# Replacing stair treads



## innovous (May 26, 2007)

We will be replacing stair treads for a client on an exterior, spiral staircase. The plan is to use AZEK boards (plastic as opposed to a composite like Trex). Simple enough, right?

Well, here is the rub: The customer is dead set on using a butt-joint/rub-joint on the long edges (he is a hobbyist carpenter), with the goal of having a cleaner look.

I have explained to him the expansion/contraction properties of this material, and the need for drainage because of encapsulated stringers.

He doesn't care. He doesn't think the boards will expand & contract that much.

Since this is an add-on to a current remodel (and he is a good customer) I want to do it, but I am worried about the warranty side.

Anybody have advice or experience with AZEK boards? Am I just over-worrying about this?

Thanks.


----------



## skyhook (Mar 17, 2007)

Letting the customer tell you how to do your job is a recipe for disaster.


----------



## innovous (May 26, 2007)

He is not telling me how to do my job. Either I decide to do it, or I don't.


----------



## hharshaw (Dec 20, 2008)

As a business owner, you should be concerned with warranty issues as they may arise. To start off right you should set the expectation that you are not familiar with this product and its actual expansion and contraction issues. This is still a fairly new product and should be tested in the field more to give a more quantitative answer. In statistics when there is a set of variables with no real data points to compare against this is considered not enough information to base an answer on. So for the stair treads you need to make clear in writing and get it sighned, that you are not the manufacturer and should not be held liable for using the product in a manner that might void manifacturers warranty. 

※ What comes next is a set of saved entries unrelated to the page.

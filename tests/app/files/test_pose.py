"""One pose, as JSON and as a 3D model."""

import json
from dataclasses import replace
from functools import cache
from pathlib import Path

import numpy as np
import pytest
import trimesh

from app.files.pose_json import pose_json
from app.files.pose_model import part_colour, part_meshes, write_pose_model
from geometry.assess import Pose, assess_pose
from geometry.errors import BadInput
from geometry.frames import R_fixed_gantry, R_fixed_turntable
from geometry.scene import Motion
from geometry.states import State
from tests.app.files.assessments import SETUP, named, plain, provenance

KEYS = [
    "gantry_deg",
    "couch_deg",
    "clearance_mm",
    "slack_mm",
    "state",
    "machine_part",
    "couch_part",
    "machine_point_mm",
    "couch_point_mm",
]
# Single precision at a few metres, in mm.
SINGLE_MM = 1e-3


@cache
def pose() -> Pose:
    return assess_pose(SETUP, 30.0, -20.0)


def test_the_json_has_the_keys_of_the_contract_and_the_pose() -> None:
    content = json.loads(pose_json(pose()))
    assert list(content) == KEYS
    assert (content["gantry_deg"], content["couch_deg"]) == (30.0, 340.0)
    assert content["clearance_mm"] == pose().clearance_mm
    assert content["state"] == pose().state.value
    assert content["machine_part"].startswith("gantry/")
    apart = np.subtract(content["machine_point_mm"], content["couch_point_mm"])
    assert np.linalg.norm(apart) == pytest.approx(content["clearance_mm"], abs=1e-6)


def test_without_a_distance_the_json_has_null() -> None:
    nothing = replace(
        pose(),
        clearance_mm=np.nan,
        slack_mm=np.nan,
        state=State.UNPROVED,
        machine_part=None,
        couch_part=None,
        machine_point_mm=None,
        couch_point_mm=None,
    )
    content = json.loads(pose_json(nothing))
    assert [key for key in KEYS if content[key] is None] == [key for key in KEYS if key not in [*KEYS[:2], "state"]]


def test_a_point_that_is_no_point_is_null() -> None:
    content = json.loads(pose_json(replace(pose(), machine_point_mm=np.array([1.0, np.nan, 2.0]))))
    assert content["machine_point_mm"] is None


def fixed_points(pose: Pose) -> dict[str, np.ndarray]:
    """Return the corners of every part in the fixed system, by the turns of IEC 61217."""
    turns = {
        Motion.GANTRY: R_fixed_gantry(pose.gantry_deg),
        Motion.TURNTABLE: R_fixed_turntable(pose.couch_deg),
        Motion.STILL: np.eye(3),
    }
    return {
        part.label: np.concatenate([piece.vertices for piece in part.pieces]) @ turns[part.motion].T
        for part in pose.scene.parts
    }


def furthest(points: np.ndarray, others: np.ndarray) -> float:
    """Return how far the one set of points reaches from the other, at most."""
    return float(np.linalg.norm(points[:, None] - others[None], axis=2).min(axis=1).max())


def test_glb_has_a_named_node_a_part_in_metres_with_y_up(tmp_path: Path) -> None:
    path = tmp_path / "pose.glb"
    write_pose_model(pose(), provenance(plain()), path)
    scene = trimesh.load_scene(path)
    expected = fixed_points(pose())
    assert set(scene.graph.nodes_geometry) == set(expected)
    for name in scene.graph.nodes_geometry:
        matrix, geometry = scene.graph[name]
        x, y, z = trimesh.transform_points(scene.geometry[geometry].vertices, matrix).T
        fixed = np.column_stack([x, -z, y]) * 1000.0
        assert furthest(fixed, expected[name]) < SINGLE_MM
        assert furthest(expected[name], fixed) < SINGLE_MM


def test_glb_tells_where_it_comes_from_and_is_the_same_each_time(tmp_path: Path) -> None:
    one, other = tmp_path / "one.glb", tmp_path / "other.glb"
    for path in (one, other):
        write_pose_model(pose(), provenance(plain()), path)
    assert one.read_bytes() == other.read_bytes()
    story = dict(trimesh.load_scene(one).metadata["provenance"])
    assert story["Room"] == "Small room"
    assert story["Mark"].startswith("DEMONSTRATION")


@pytest.mark.parametrize("suffix", [".ply", ".stl"])
def test_ply_and_stl_are_in_mm_of_the_fixed_system(suffix: str, tmp_path: Path) -> None:
    path = tmp_path / f"pose{suffix.upper()}"
    write_pose_model(pose(), provenance(plain()), path)
    with path.open("rb") as stream:
        mesh = trimesh.load_mesh(stream, file_type=suffix[1:])
    expected = np.concatenate(list(fixed_points(pose()).values()))
    assert furthest(mesh.vertices, expected) < SINGLE_MM
    assert furthest(expected, mesh.vertices) < SINGLE_MM


def test_ply_says_in_its_header_where_it_comes_from(tmp_path: Path) -> None:
    path = tmp_path / "pose.ply"
    write_pose_model(pose(), provenance(named(plain(), "Größe", "Small room")), path)
    header = path.read_bytes().split(b"end_header")[0]
    assert b"comment Set-up: Gr\\xf6\\xdfe\n" in header
    assert b"comment Mark: DEMONSTRATION" in header
    assert trimesh.load_mesh(path).faces.shape[1] == 3


def test_stl_says_in_its_header_where_it_comes_from(tmp_path: Path) -> None:
    path = tmp_path / "pose.stl"
    write_pose_model(pose(), provenance(plain()), path)
    header = path.read_bytes()[:80]
    assert b"DEMONSTRATION" in header
    assert provenance(plain()).short_fingerprint.encode() in header
    # Readers take a file that begins so for text.
    assert not header.startswith(b"solid")


def test_every_piece_is_in_its_part_and_every_surface_is_closed() -> None:
    for mesh, part in zip(part_meshes(pose()), pose().scene.parts, strict=True):
        assert mesh.name == part.label
        surface = trimesh.Trimesh(mesh.vertices, mesh.faces)
        assert surface.is_watertight
        assert surface.body_count == len(part.pieces)


def test_parts_keep_their_colours_and_patients_get_one() -> None:
    colours = {part.name: part_colour(part) for part in pose().scene.parts}
    assert colours["head"] == "#cfd2d4"
    assert colours["patient"] not in {colours["table top"], colours["floor"]}


def test_another_suffix_is_refused_by_name(tmp_path: Path) -> None:
    with pytest.raises(BadInput, match=r"found the suffix '\.obj'; allowed: one of \.glb, \.ply, \.stl"):
        write_pose_model(pose(), provenance(plain()), tmp_path / "pose.obj")
    assert not list(tmp_path.iterdir())
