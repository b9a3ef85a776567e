"""A small room with a small set-up, assessed, for what is written of assessments."""

import datetime
from dataclasses import replace
from functools import cache

from app.files.provenance import Provenance, provenance_of
from geometry.assess import Assessment, Options, assess
from geometry.machine import Axis, Couch, JoinedPair, Mount, Part, Readout, Room, Stage, Survey
from geometry.setup import Component, Isocentre, OnTable, Required, Setup, Surface
from geometry.solids import Box, Cylinder

DAY = datetime.date(2026, 3, 4)
OPTIONS = Options(gantry_step_deg=10.0, couch_step_deg=30.0, edge_deg=1.0)

_LONG = Axis(-5000.0, 5000.0)
_NONE = Axis(0.0, 0.0)

ROOM = Room(
    name="Small room",
    demonstration=True,
    survey=None,
    source_axis_distance_mm=1000.0,
    gantry=Axis(-185.0, 185.0),
    collimator=Axis(-180.0, 180.0),
    couch=Couch(
        turntable=Axis(-95.0, 95.0),
        eccentric=_NONE,
        lateral=Axis(-230.0, 230.0),
        longitudinal=_LONG,
        vertical=_LONG,
        pitch=_NONE,
        roll=_NONE,
    ),
    parts=(
        Part("head", Mount.GANTRY, Cylinder(300.0, (0.0, 0.0, 420.0), (0.0, 0.0, 900.0)), colour="#cfd2d4"),
        Part("drum", Mount.GANTRY, Cylinder(900.0, (0.0, 900.0, 0.0), (0.0, 1000.0, 0.0))),
        Part("table top", Mount.COUCH, Box((530.0, 2200.0, 70.0), (0.0, -1100.0, -35.0))),
        Part(
            "pedestal", Mount.COUCH, Box((400.0, 700.0, 300.0), (0.0, -1500.0, -1000.0)), frozenset({Stage.TURNTABLE})
        ),
        Part("stand", Mount.FIXED, Box((1400.0, 400.0, 2000.0), (0.0, 1200.0, 0.0)), colour="#5f666b"),
        Part("floor", Mount.FIXED, Box((6000.0, 6000.0, 100.0), (0.0, 0.0, -1350.0))),
    ),
    joined=(
        JoinedPair("drum", "stand", "the drum turns in the stand"),
        JoinedPair("pedestal", "floor", "it stands on the floor"),
    ),
)
REQUIRED = Required(
    fixed_mm=20.0,
    reason="the rule of a test",
    k=2.0,
    components=(Component("couch sag", 2.0), Component("patient surface", 5.0, patient_only=True)),
)
SETUP = Setup(
    name="Small set-up",
    room=ROOM,
    patient=Surface(Box((400.0, 250.0, 1700.0)), "a box"),
    patient_position="HFS",
    on_table=OnTable(from_head_end_mm=40.0),
    isocentre=Isocentre(None, dicom_mm=(0.0, 0.0, 600.0)),
    required=REQUIRED,
    demonstration=True,
)
OWN_GANTRY = Axis(-185.0, 185.0, readout=Readout(180.0, -1, 0.1))
OWN_COUCH = Axis(-95.0, 95.0, readout=Readout(180.0, 1, 0.1))


def setup_in(room: Room, **changes: object) -> Setup:
    """Return the small set-up in another room, with other changes."""
    return replace(SETUP, room=room, **changes)  # type: ignore[arg-type]


def room_with(**changes: object) -> Room:
    """Return the small room with changes."""
    return replace(ROOM, **changes)  # type: ignore[arg-type]


@cache
def plain() -> Assessment:
    """Return the small set-up, assessed: contact, short and permitted pairs, and no readouts of its own."""
    return assess(SETUP, OPTIONS)


@cache
def with_readouts() -> Assessment:
    """Return it in a room whose gantry counts backwards from 180, and whose couch counts from 180."""
    couch = replace(ROOM.couch, turntable=OWN_COUCH)
    return assess(setup_in(room_with(gantry=OWN_GANTRY, couch=couch)), OPTIONS)


@cache
def one_couch_angle() -> Assessment:
    """Return it in a room whose couch cannot turn, as in a bore."""
    couch = replace(ROOM.couch, turntable=_NONE)
    return assess(setup_in(room_with(gantry=Axis(-180.0, 180.0), couch=couch)), OPTIONS)


@cache
def without_travel() -> Assessment:
    """Return a set-up to which the couch cannot slide."""
    return assess(replace(SETUP, on_table=OnTable(from_head_end_mm=40.0, lateral_mm=400.0)), OPTIONS)


@cache
def unsurveyed() -> Assessment:
    """Return the set-up in a room that is no demonstration, and that nobody surveyed."""
    return assess(setup_in(room_with(demonstration=False), demonstration=False), OPTIONS)


def named(assessment: Assessment, setup: str, room: str) -> Assessment:
    """Return the assessment under other names, without computing it again."""
    renamed = replace(assessment.scene.setup, name=setup, room=replace(assessment.scene.setup.room, name=room))
    return replace(assessment, scene=replace(assessment.scene, setup=renamed))


def provenance(assessment: Assessment) -> Provenance:
    """Return where an assessment comes from, dated."""
    return provenance_of(assessment.scene, assessment.options, DAY)


SURVEY = Survey("a physicist", "2025-03-14", "tape measure", 3.0)
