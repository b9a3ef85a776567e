"""Every export can tell where it comes from."""

import math
from dataclasses import replace

from app import __version__
from app.cautions import CAUTIONS
from app.files.fingerprint import fingerprint
from app.files.provenance import joined_lines, provenance_of
from app.files.setup_lines import setup_lines
from geometry.assess import Options
from geometry.machine import Axis, JoinedPair, Readout
from geometry.scene import build_scene
from geometry.setup import Required
from tests.app.files.assessments import (
    DAY,
    REQUIRED,
    ROOM,
    SETUP,
    SURVEY,
    plain,
    provenance,
    room_with,
    setup_in,
    unsurveyed,
    without_travel,
)


def told(label: str) -> list[str]:
    return [text for name, text in provenance(plain()).lines() if name == label]


def test_it_names_room_set_up_fingerprints_version_and_date() -> None:
    assert told("Room") == ["Small room"]
    assert told("Set-up") == ["Small set-up"]
    assert told("Fingerprint") == [f"{fingerprint(SETUP)} (set-up with its room)"]
    assert told("Fingerprint of the room") == [fingerprint(ROOM)]
    assert told("Program") == [f"Wideberth {__version__}"]
    assert told("Date") == ["2026-03-04"]
    assert told("Caution") == list(CAUTIONS)


def test_it_names_what_was_asked_for() -> None:
    options = Options(0.5, 2.0, 0.125, 0.75, 1.25)
    lines = dict(provenance_of(plain().scene, options, DAY).lines())
    assert lines["Grid"] == "gantry every 0.5°, couch every 2°"
    assert lines["Edge resolution of the proof"] == "0.125°"
    assert lines["Readout tolerances"] == "gantry ±0.75°, couch ±1.25°"


def test_required_clearance_stands_with_its_sum_and_its_reason() -> None:
    # 20 + 2 · √(2²) and 20 + 2 · √(2² + 5²), by hand.
    assert told("Required clearance, machine and room alone") == [
        "24.00 mm = 20 + 2 × √(2²); one standard deviation in mm: couch sag 2"
    ]
    assert told("Required clearance, with patient or device") == [
        (
            f"{20 + 2 * math.sqrt(29):.2f} mm = 20 + 2 × √(2² + 5²); "
            "one standard deviation in mm: couch sag 2, patient surface 5"
        )
    ]
    assert told("Reason for the required clearance") == ["the rule of a test"]


def test_a_single_required_value_has_no_sum() -> None:
    setup = replace(SETUP, required=Required(30.0, "asked for"))
    lines = dict(provenance_of(build_scene(setup), Options(), DAY).lines())
    assert lines["Required clearance, with patient or device"] == "30.00 mm"


def test_joined_pairs_are_told_with_their_reasons() -> None:
    assert told("Joined, not checked") == [
        "drum with stand: the drum turns in the stand",
        "pedestal with floor: it stands on the floor",
    ]
    pairs = (JoinedPair("a", "b", "glued"), JoinedPair("a", "c", "glued"), JoinedPair("a", "d", "screwed"))
    assert joined_lines(pairs) == ("a with b, c: glued", "a with d: screwed")


def test_marks_tell_demonstrations_unsurveyed_rooms_and_missing_travel() -> None:
    assert provenance(plain()).marks == ("DEMONSTRATION: invented room and set-up",)
    assert provenance(plain()).is_demonstration
    assert provenance(unsurveyed()).marks == ("UNSURVEYED: nobody has surveyed this room",)
    assert not provenance(unsurveyed()).is_demonstration
    stuck = provenance(without_travel())
    assert stuck.marks[-1].startswith("NO TRAVEL")
    assert stuck.no_travel == ("couch lateral = -400.0 mm is 170.0 mm outside its travel -230 to 230",)


def test_the_survey_is_told_in_words() -> None:
    assert provenance(plain()).survey == "demonstration: invented room"
    assert provenance(unsurveyed()).survey == "unsurveyed"
    surveyed = setup_in(room_with(demonstration=False, survey=SURVEY), demonstration=False)
    of_survey = provenance_of(build_scene(surveyed), Options(), DAY)
    assert of_survey.survey == "surveyed by a physicist on 2025-03-14, tape measure, ±3 mm (one standard deviation)"
    assert of_survey.marks == ()


def test_a_row_of_a_table_carries_caution_and_marks_in_ascii() -> None:
    caution = provenance(without_travel()).caution
    assert caution.isascii()
    assert caution.startswith("Planning aid only")
    assert "DEMONSTRATION" in caution
    assert "NO TRAVEL" in caution


def test_the_surface_of_a_patient_is_not_told_by_its_source() -> None:
    lines = (*provenance(plain()).lines(), *setup_lines(plain().scene))
    assert not any("a box" in text for _, text in lines)


def test_inputs_hold_the_couch_position_on_both_scales() -> None:
    couch = replace(ROOM.couch, lateral=Axis(-230.0, 230.0, readout=Readout(1000.0, -1, 1.0)))
    setup = setup_in(room_with(couch=couch), on_table=replace(SETUP.on_table, lateral_mm=25.0), required=REQUIRED)
    lines = dict(setup_lines(build_scene(setup)))
    # The patient's mid-line is 25 mm to the right of the table's, so the table goes 25 mm to the left.
    assert lines["Couch lateral"] == "-25.0 mm; the machine shows 1025.0 mm"
    # Isocentre 250 mm from the vertex, which is 40 mm from the head end; 125 mm above the table.
    assert lines["Couch longitudinal"] == "290.0 mm"
    assert lines["Couch vertical"] == "-125.0 mm"
    assert lines["Isocentre"] == "DICOM (0, 0, 600) mm"
    assert lines["Collimator"] == "any angle"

You need to protect yourself for all cases. Even a good customer can go bad.


----------



## neolitic (Apr 20, 2006)

Take a good look at the installation
PDF on the Azek site.
It won't span more than 16" oc,
and they want solid blocking
under the joints for treads.
If you can't meet those conditions
it won't fly.
This stuff isn't really structural.


----------



## genecarp (Mar 16, 2008)

If you need the work, have the HO sign off on the installation details that he is insisting on. His request will surely cause problems down the road. G


----------



## thom (Nov 3, 2006)

genecarp said:


> If you need the work, have the HO sign off on the installation details that he is insisting on. His request will surely cause problems down the road. G


Signing off by the HO is meaningless. The contractor is considered the professional, the HO is considered ignorant (and probably is). Nothing the homeowner signs or agrees to relieves the professional from his responsibilities. Those responsibilities include: meeting minimum code requirements, following manufacturers instructions/recommendations, delivering a product in a workmenlike manner.


----------



## A W Smith (Oct 14, 2007)

If someone gets hurt on those stairs will your waiver hold up in court and pay for your defense?


----------



## KennMacMoragh (Sep 16, 2008)

thom said:


> Signing off by the HO is meaningless. The contractor is considered the professional, the HO is considered ignorant (and probably is). Nothing the homeowner signs or agrees to relieves the professional from his responsibilities. Those responsibilities include: meeting minimum code requirements, following manufacturers instructions/recommendations, delivering a product in a workmenlike manner.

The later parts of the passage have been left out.